Maximum static friction:

$f_{\max} = \mu_s m_A g = 0.3 \times 4 \times 9.81 = 11.77 \text{ N}$

Since $12 \text{ N} \gt 11.77 \text{ N}$, the required friction exceeds the maximum static friction. The blocks slide relative to each other.

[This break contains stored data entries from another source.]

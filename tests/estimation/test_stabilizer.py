"""Purities from the stabilizer groups of Clifford snapshots (manybody.estimation.stabilizer).

Checks: group elements and signs against dense linear algebra (numpy, with
stim's unitaries for global Cliffords); the partial sums against the plain
4^|A| enumeration of snapshot values; restriction to subsystems; and physics:
GHZ, cluster and Haar-random states, estimated from shallow and global shadows
and compared with exact reduced density matrices.
"""

import numpy as np
import pytest

from hamiltonians.pauli import PauliExpansion
from manybody.estimation.stabilizer import (
    add_sums,
    group_elements,
    pauli_keys,
    pauli_vector_sums,
    purities_from_sums,
    restrict,
    subgroup_on,
    subsystem_purities,
    support_eigenvalues,
    support_products,
    walsh_hadamard,
)
from manybody.measure.ensembles import GlobalEnsemble, LocalEnsemble, ShallowEnsemble
from manybody.measure.paulis import LETTER_OF_CODE, paulis_on
from tests.helpers import chain, dense_unitary, make_shadow, within

ENSEMBLES = {
    "local": lambda n: LocalEnsemble(n),
    "shallow1": lambda n: ShallowEnsemble(n, 1, chain(n)),
    "shallow2": lambda n: ShallowEnsemble(n, 2, chain(n)),
    "shallow3": lambda n: ShallowEnsemble(n, 3, chain(n)),
    "global": lambda n: GlobalEnsemble(n),
}


# ------------------------------------------------------------------ helpers
def enumerated_vectors(ens, settings, pos, bits, qubits):
    """v_i(P) = <b|U P U^dag|b> / lambda_P for all 4^|A| Paulis on A (the plain enumeration)."""
    codes = paulis_on(qubits, ens.n_qubits)
    v = np.ones((len(pos), len(codes)))
    for r in range(1, len(codes)):
        v[:, r] = ens.snapshot_values(codes[r], settings, pos, bits) / ens.eigenvalue(codes[r] != 0)
    return v


def reduced_purity(psi, qubits):
    """tr rho_A^2 of a dense state (qubit 0 = most significant bit), from the smaller Gram matrix."""
    n = int(np.log2(len(psi)))
    rest = [q for q in range(n) if q not in set(qubits)]
    m = np.transpose(psi.reshape((2,) * n), list(qubits) + rest).reshape(2 ** len(qubits), -1)
    if m.shape[0] > m.shape[1]:
        m = m.T  # rho_A and the complement's rho share their nonzero spectrum
    gram = np.einsum("ik,jk->ij", m, m.conj())  # small: numpy's own loop, no threaded BLAS start-up
    return float(np.real(np.vdot(gram, gram)))


def block_sums(shadow, qubits, n_blocks, eigenvalue=None):
    """Partial sums per block of whole settings (contiguous runs of settings)."""
    ens = shadow.ensemble
    pos, bits = shadow.snapshots()
    table = support_eigenvalues(eigenvalue or ens.eigenvalue, ens.n_qubits, qubits)
    block = pos * n_blocks // len(shadow.settings)
    return [pauli_vector_sums(ens, shadow.settings, pos[block == b], bits[block == b], None, qubits, table)
            for b in range(n_blocks)]


def jackknife_purities(parts):
    """Purities of every subsystem of A (index: support pattern) and their delete-one-block jackknife errors.

    Leave-one-block-out sums from the block partial sums: |V - V_b|^2 per support
    pattern = |V|^2 - 2 V.V_b + |V_b|^2 (Efron, The Jackknife, the Bootstrap and
    Other Resampling Plans (1982), from memory: var = (B-1)/B sum (theta_b - mean)^2).
    """
    full = parts[0]
    for p in parts[1:]:
        full = add_sums(full, p)
    several = full.shots.max() > 1

    def diag(s):
        return s.within_by_support if several else s.self_by_support

    vv = support_products(full)
    n, n2 = full.n_snapshots, float(np.sum(full.shots**2))
    loo = []
    for p in parts:
        vv_b = vv - 2 * support_products(full, p) + support_products(p)
        nb, n2b = p.n_snapshots, float(np.sum(p.shots**2))
        loo.append(purities_from_sums(vv_b, diag(full) - diag(p), (n - nb) ** 2 - (n2 - n2b)))
    loo = np.array(loo)
    b = len(parts)
    err = np.sqrt((b - 1) / b * np.sum((loo - loo.mean(axis=0)) ** 2, axis=0))
    return subsystem_purities(full), err


def pattern_of(sub, qubits):
    return sum(1 << list(qubits).index(q) for q in sub)


# ------------------------------------------------------------------ algebra
@pytest.mark.parametrize("name", list(ENSEMBLES))
def test_group_elements_match_dense_traces(name):
    """tr(P rho) for every Pauli P on A: s_e (-1)^(e.beta) on G_A, zero elsewhere (dense numpy/stim reference)."""
    n, qubits = 5, [0, 2, 3]
    ens = ENSEMBLES[name](n)
    rng = np.random.default_rng(5)
    settings = ens.draw(6, rng)
    outcomes = rng.integers(0, 2, size=(6, n), dtype=np.uint8)
    group = subgroup_on(ens, settings, qubits)
    codes_on_a = paulis_on(range(len(qubits)), len(qubits))
    weights = 2 ** np.arange(n - 1, -1, -1)
    for k in range(6):
        u = dense_unitary(ens, settings, k)
        b = int(outcomes[k] @ weights)
        rho = np.outer(u.conj().T[:, b], u[b])  # U^dag |b><b| U
        r = group.rank[k]
        elements, signs = group_elements(group.codes[k:k + 1, :r], group.signs[k:k + 1, :r])
        keys, _ = pauli_keys(elements[0])
        beta = (group.masks[k, :r] @ outcomes[k]) % 2
        parity = np.array([sum(int(beta[g]) for g in range(r) if e >> g & 1) % 2 for e in range(2**r)])
        expected = dict(zip(keys.tolist(), (signs[0] * (1 - 2 * parity)).tolist()))
        for row, code in enumerate(codes_on_a):
            full = np.zeros(n, dtype=np.uint8)
            full[qubits] = code
            p = PauliExpansion.from_strings("".join(LETTER_OF_CODE[c] for c in full)).to_dense()
            value = np.trace(p @ rho)
            assert abs(value - expected.get(row, 0)) < 1e-5, (k, row)  # stim unitaries are complex64


def test_walsh_hadamard_matches_matrix():
    """The fast transform equals the Sylvester Hadamard matrix (scipy.linalg.hadamard)."""
    from scipy.linalg import hadamard

    h = np.random.default_rng(0).integers(0, 9, size=(3, 16)).astype(float)
    assert np.allclose(walsh_hadamard(h), h @ hadamard(16).T)


@pytest.mark.parametrize("shots", [1, 4])
@pytest.mark.parametrize("name", ["shallow1", "shallow2", "shallow3", "global"])
def test_sums_agree_with_enumeration(name, shots):
    """V, sum_i |v_i|^2, sum_s |V_s|^2 and the purity agree with the 4^|A| enumeration, |A| = 2..6."""
    n = 8
    ens = ENSEMBLES[name](n)
    rng = np.random.default_rng(11)
    settings = ens.draw(40, rng)
    pos = np.repeat(np.arange(40), shots)
    bits = rng.integers(0, 2, size=(len(pos), n), dtype=np.uint8)
    for qubits in ([2, 3], [0, 4, 7], [1, 2, 5, 6], [0, 1, 2, 3, 4], [2, 3, 4, 5, 6, 7]):
        a = len(qubits)
        v = enumerated_vectors(ens, settings, pos, bits, qubits)
        per_setting = np.zeros((40, 4**a))
        np.add.at(per_setting, pos, v)
        ours = pauli_vector_sums(ens, settings, pos, bits, None, qubits, ens.eigenvalue)
        assert np.allclose(ours.values, v.sum(axis=0), rtol=1e-12, atol=1e-9)
        assert np.isclose(ours.self_by_support.sum(), np.sum(v * v), rtol=1e-12)
        assert np.allclose(ours.within_per_setting, np.sum(per_setting**2, axis=1), rtol=1e-12)
        big_v = v.sum(axis=0)
        if shots == 1:
            ref = (big_v @ big_v - np.sum(v * v)) / (2**a * len(pos) * (len(pos) - 1))
        else:
            ref = (big_v @ big_v - np.sum(per_setting**2)) / (2**a * (len(pos) ** 2 - 40 * shots**2))
        assert np.isclose(subsystem_purities(ours)[-1], ref, rtol=1e-10, atol=1e-12)
        # the sparse form holds the same numbers
        sparse = pauli_vector_sums(ens, settings, pos, bits, None, qubits, ens.eigenvalue, dense_max_qubits=0)
        assert np.allclose(ours.values[sparse.keys], sparse.values)
        assert np.allclose(np.delete(ours.values, sparse.keys), 0.0, atol=1e-9)
        assert np.allclose(subsystem_purities(sparse), subsystem_purities(ours))


@pytest.mark.parametrize("name", ["shallow2", "global"])
def test_chunks_add_up_and_restriction_equals_direct(name):
    """Sums over chunks of whole settings add up; V restricted to B equals V computed on B directly."""
    n, qubits = 7, [1, 2, 3, 5, 6]
    ens = ENSEMBLES[name](n)
    rng = np.random.default_rng(3)
    settings = ens.draw(30, rng)
    pos = np.repeat(np.arange(30), 3)
    bits = rng.integers(0, 2, size=(len(pos), n), dtype=np.uint8)
    whole = pauli_vector_sums(ens, settings, pos, bits, None, qubits, ens.eigenvalue)
    first, second = pos < 17, pos >= 17
    parts = add_sums(pauli_vector_sums(ens, settings, pos[first], bits[first], None, qubits, ens.eigenvalue),
                     pauli_vector_sums(ens, settings, pos[second], bits[second], None, qubits, ens.eigenvalue))
    assert np.allclose(parts.values, whole.values)
    assert np.allclose(subsystem_purities(parts), subsystem_purities(whole))
    with pytest.raises(ValueError, match="split"):
        add_sums(whole, whole)
    # records with shot counts give the same sums as one row per shot
    rows, counts = np.unique(np.column_stack([pos, bits]), axis=0, return_counts=True)
    counted = pauli_vector_sums(ens, settings, rows[:, 0], rows[:, 1:].astype(np.uint8), counts, qubits,
                                ens.eigenvalue)
    assert np.allclose(counted.values, whole.values)
    assert np.allclose(counted.within_by_support, whole.within_by_support)
    assert np.allclose(counted.self_by_support, whole.self_by_support)
    purities = subsystem_purities(whole)
    for sub in ([2], [1, 6], [2, 3, 5], [1, 2, 3, 6]):
        direct = pauli_vector_sums(ens, settings, pos, bits, None, sub, ens.eigenvalue)
        _, restricted = restrict(whole.keys, whole.values, qubits, sub)
        assert np.allclose(restricted, direct.values)
        assert np.isclose(purities[pattern_of(sub, qubits)], subsystem_purities(direct)[-1])
        sparse = pauli_vector_sums(ens, settings, pos, bits, None, qubits, ens.eigenvalue, dense_max_qubits=0)
        keys, values = restrict(sparse.keys, sparse.values, qubits, sub, dense_max_qubits=0)
        assert np.allclose(direct.values[keys], values)


def test_batches_and_sparse_merges_do_not_change_the_sums(monkeypatch):
    """Small element batches and frequent sparse merges give the same sums as one pass."""
    from manybody.estimation import stabilizer

    n, qubits = 9, [1, 2, 3, 4, 6, 7]
    ens = ShallowEnsemble(n, 2, chain(n))
    rng = np.random.default_rng(8)
    settings = ens.draw(200, rng)
    pos = np.repeat(np.arange(200), 2)
    bits = rng.integers(0, 2, size=(len(pos), n), dtype=np.uint8)
    whole = pauli_vector_sums(ens, settings, pos, bits, None, qubits, ens.eigenvalue)
    monkeypatch.setattr(stabilizer, "ELEMENT_BATCH", 64)
    monkeypatch.setattr(stabilizer, "SPARSE_PENDING", 100)
    small = pauli_vector_sums(ens, settings, pos, bits, None, qubits, ens.eigenvalue, dense_max_qubits=0)
    assert np.allclose(whole.values[small.keys], small.values)
    assert np.allclose(whole.within_by_support, small.within_by_support)
    assert np.allclose(whole.within_per_setting, small.within_per_setting)


def test_local_ensemble_generators_are_the_measured_paulis():
    """Local ensemble: G_A is generated by the measured Pauli of each qubit of A, with mask on that qubit."""
    n, qubits = 6, [0, 3, 4]
    ens = LocalEnsemble(n)
    settings = ens.draw(10, np.random.default_rng(2))
    group = subgroup_on(ens, settings, qubits)
    assert np.all(group.rank == 3) and np.all(group.signs == 1)
    measured = np.array([1, 3, 2])[settings.basis[:, qubits]]  # X, Y, Z codes
    found = np.sort(group.codes.max(axis=2), axis=1)
    assert np.array_equal(found, np.sort(measured, axis=1))
    assert np.array_equal(group.masks.sum(axis=1)[:, qubits], np.ones((10, 3)))


# ------------------------------------------------------------------ physics
def ghz(n):
    psi = np.zeros(2**n, dtype=complex)
    psi[0] = psi[-1] = 1 / np.sqrt(2)
    return psi


def cluster_chain(n):
    """prod_i CZ_(i,i+1) |+>^n on an open chain."""
    bits = (np.arange(2**n)[:, None] >> np.arange(n - 1, -1, -1)) & 1
    phase = np.sum(bits[:, :-1] & bits[:, 1:], axis=1)
    return (-1.0) ** phase / np.sqrt(2**n)


# global: ~35 s of dense sampling (gate-by-gate Cliffords), so slow; shallow2 is its fast sibling
@pytest.mark.parametrize("name", ["shallow2", pytest.param("global", marks=pytest.mark.slow)])
def test_ghz_every_half_cut_has_renyi_entropy_ln2(name):
    """GHZ on 6 qubits: S2 = ln 2 across every half-system cut (fact of the trade: any proper
    subsystem holds (|0..0><0..0| + |1..1><1..1|)/2). The 3-qubit subsystems of A = qubits 0..4
    are one side of each of the 10 cuts; all come from one Pauli vector on A."""
    n, qubits = 6, [0, 1, 2, 3, 4]
    ens = ENSEMBLES[name](n)
    psi = ghz(n)
    shadow = make_shadow(psi, ens, 2000, shots=8, seed=7)
    est, err = jackknife_purities(block_sums(shadow, qubits, 20))
    halves = [p for p in range(32) if p.bit_count() == 3]
    for p in halves:
        assert np.isclose(reduced_purity(psi, [q for t, q in enumerate(qubits) if p >> t & 1]), 0.5)
    ok, worst = within(-np.log(est[halves]), err[halves] / est[halves], np.full(10, np.log(2)), blocks=20)
    assert ok, worst
    assert np.isclose(est[0], 1.0)  # the empty subsystem: tr rho = 1 exactly


@pytest.mark.parametrize("n_settings, shots", [(2000, 10), (20000, 1)])
def test_cluster_chain_entropy_counts_cut_boundaries(n_settings, shots):
    """1D cluster state: S2 = ln 2 per boundary of a contiguous block of >= 2 qubits (common practice,
    from the stabilizer rank: each cut bond removes one stabilizer from the block's group)."""
    n, qubits = 8, [0, 1, 2, 3, 4]
    psi = cluster_chain(n)
    blocks = [list(range(i, j)) for i in range(5) for j in range(i + 2, 6)]
    rule = np.array([np.log(2) * ((b[0] > 0) + (b[-1] < n - 1)) for b in blocks])
    exact = np.array([-np.log(reduced_purity(psi, b)) for b in blocks])
    assert np.allclose(exact, rule)
    shadow = make_shadow(psi, ShallowEnsemble(n, 1, chain(n)), n_settings, shots=shots, seed=4)
    est, err = jackknife_purities(block_sums(shadow, qubits, 20))
    index = [pattern_of(b, qubits) for b in blocks]
    ok, worst = within(est[index], err[index], np.exp(-rule), blocks=20)
    assert ok, worst


def haar_state(n, rng):
    """A normalised complex Gaussian vector is Haar distributed (fact of the trade)."""
    v = rng.normal(size=2**n) + 1j * rng.normal(size=2**n)
    return v / np.linalg.norm(v)


def lubkin_mean_purity(d_a, d_b):
    """E tr rho_A^2 = (d_A + d_B) / (d_A d_B + 1) for Haar states (Lubkin, J. Math. Phys. 19, 1028 (1978), from memory)."""
    return (d_a + d_b) / (d_a * d_b + 1)


@pytest.mark.parametrize("n, a", [(8, 4), (12, 8)])
def test_haar_exact_purities_follow_lubkin(n, a):
    """Our exact reference (dense reduced density matrix) averages to Lubkin's mean over Haar states."""
    rng = np.random.default_rng(1978)
    values = np.array([reduced_purity(haar_state(n, rng), list(range(a))) for _ in range(400)])
    mean, sem = values.mean(), values.std(ddof=1) / np.sqrt(len(values))
    assert abs(mean - lubkin_mean_purity(2**a, 2 ** (n - a))) < 4 * sem


def _haar_shadow_check(n, qubits, n_settings, shots):
    psi = haar_state(n, np.random.default_rng(28))
    shadow = make_shadow(psi, ShallowEnsemble(n, 3, chain(n)), n_settings, shots=shots, seed=29)
    est, err = jackknife_purities(block_sums(shadow, qubits, 20))
    exact = reduced_purity(psi, qubits)
    assert abs(est[-1] - exact) < 4 * err[-1], (est[-1], exact, err[-1])
    assert err[-1] < 0.5 * exact  # the check has teeth: the error bar resolves the purity


def test_haar_shallow_shadow_purity_small():
    """Fast sibling: a 4-qubit subsystem of a Haar-random 8-qubit state, depth-3 shallow shadows."""
    _haar_shadow_check(8, [2, 3, 4, 5], 2000, 10)


@pytest.mark.slow
def test_haar_shallow_shadow_purity_twelve_qubits():
    """An 8-qubit subsystem of a Haar-random 12-qubit state from depth-3 shallow shadows: estimate
    within 4 jackknife error bars of the exact purity."""
    _haar_shadow_check(12, list(range(2, 10)), 20000, 10)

Step 2: Find actual accelerations

Kinetic friction acts between the blocks:

$f_k = \mu_k m_A g = 0.25 \times 4 \times 9.81 = 9.81 \text{ N}$

For block A (friction provides the only horizontal force):

$a_A = \frac{f_k}{m_A} = \frac{9.81}{4} = 2.45 \text{ m s}^{-2}$

For block B (applied force minus kinetic friction):

$a_B = \frac{F - f_k}{m_B} = \frac{30 - 9.81}{6} = \frac{20.19}{6} = 3.37 \text{ m s}^{-2}$

Result: Block A accelerates at $2.45 \text{ m s}^{-2}$; Block B accelerates at $3.37 \text{ m s}^{-2}$. Block B slides out from under block A.

---

IT-3: Collision with Energy Loss Analysis (with Energy and Work)

Question:

Two trolleys approach each other on a horizontal frictionless track. Trolley A (mass $2$ kg) moves right at $5 \text{ m s}^{-1}$ and trolley B (mass $3$ kg) moves left at $3 \text{ m s}^{-1}$. They collide and stick together. Find (a) the common velocity after collision, (b) the kinetic energy lost, and (c) the distance the combined trolley slides on a rough surface ($\mu = 0.2$) after the collision.

Solution:

Taking right as positive.

(a) Conservation of momentum:

$m_A u_A + m_B u_B = (m_A + m_B)v$

$(2)(5) + (3)(-3) = (2 + 3)v$

$10 - 9 = 5v$

$v = 0.2 \text{ m s}^{-1} \text{ (to the right)}$

(b) Kinetic energy lost:

$KE_i = \frac{1}{2}(2)(5)^2 + \frac{1}{2}(3)(3)^2 = 25 + 13.5 = 38.5 \text{ J}$

$KE_f = \frac{1}{2}(5)(0.2)^2 = 0.1 \text{ J}$

$\Delta KE = 38.5 - 0.1 = 38.4 \text{ J} \text{ (lost to deformation/heat)}$

(c) Distance on rough surface:

The remaining KE is converted to work done against friction:

$KE_f = f \times d = \mu(m_A + m_B)g \times d$

$0.1 = 0.2 \times 5 \times 9.81 \times d$

$d = \frac{0.1}{9.81} = 0.0102 \text{ m} = 1.02 \text{ cm}$

Key insight: Momentum is always conserved in collisions, but kinetic energy is only conserved in elastic collisions. The massive energy loss ($38.4$ J out of $38.5$ J) shows this is a highly inelastic collision.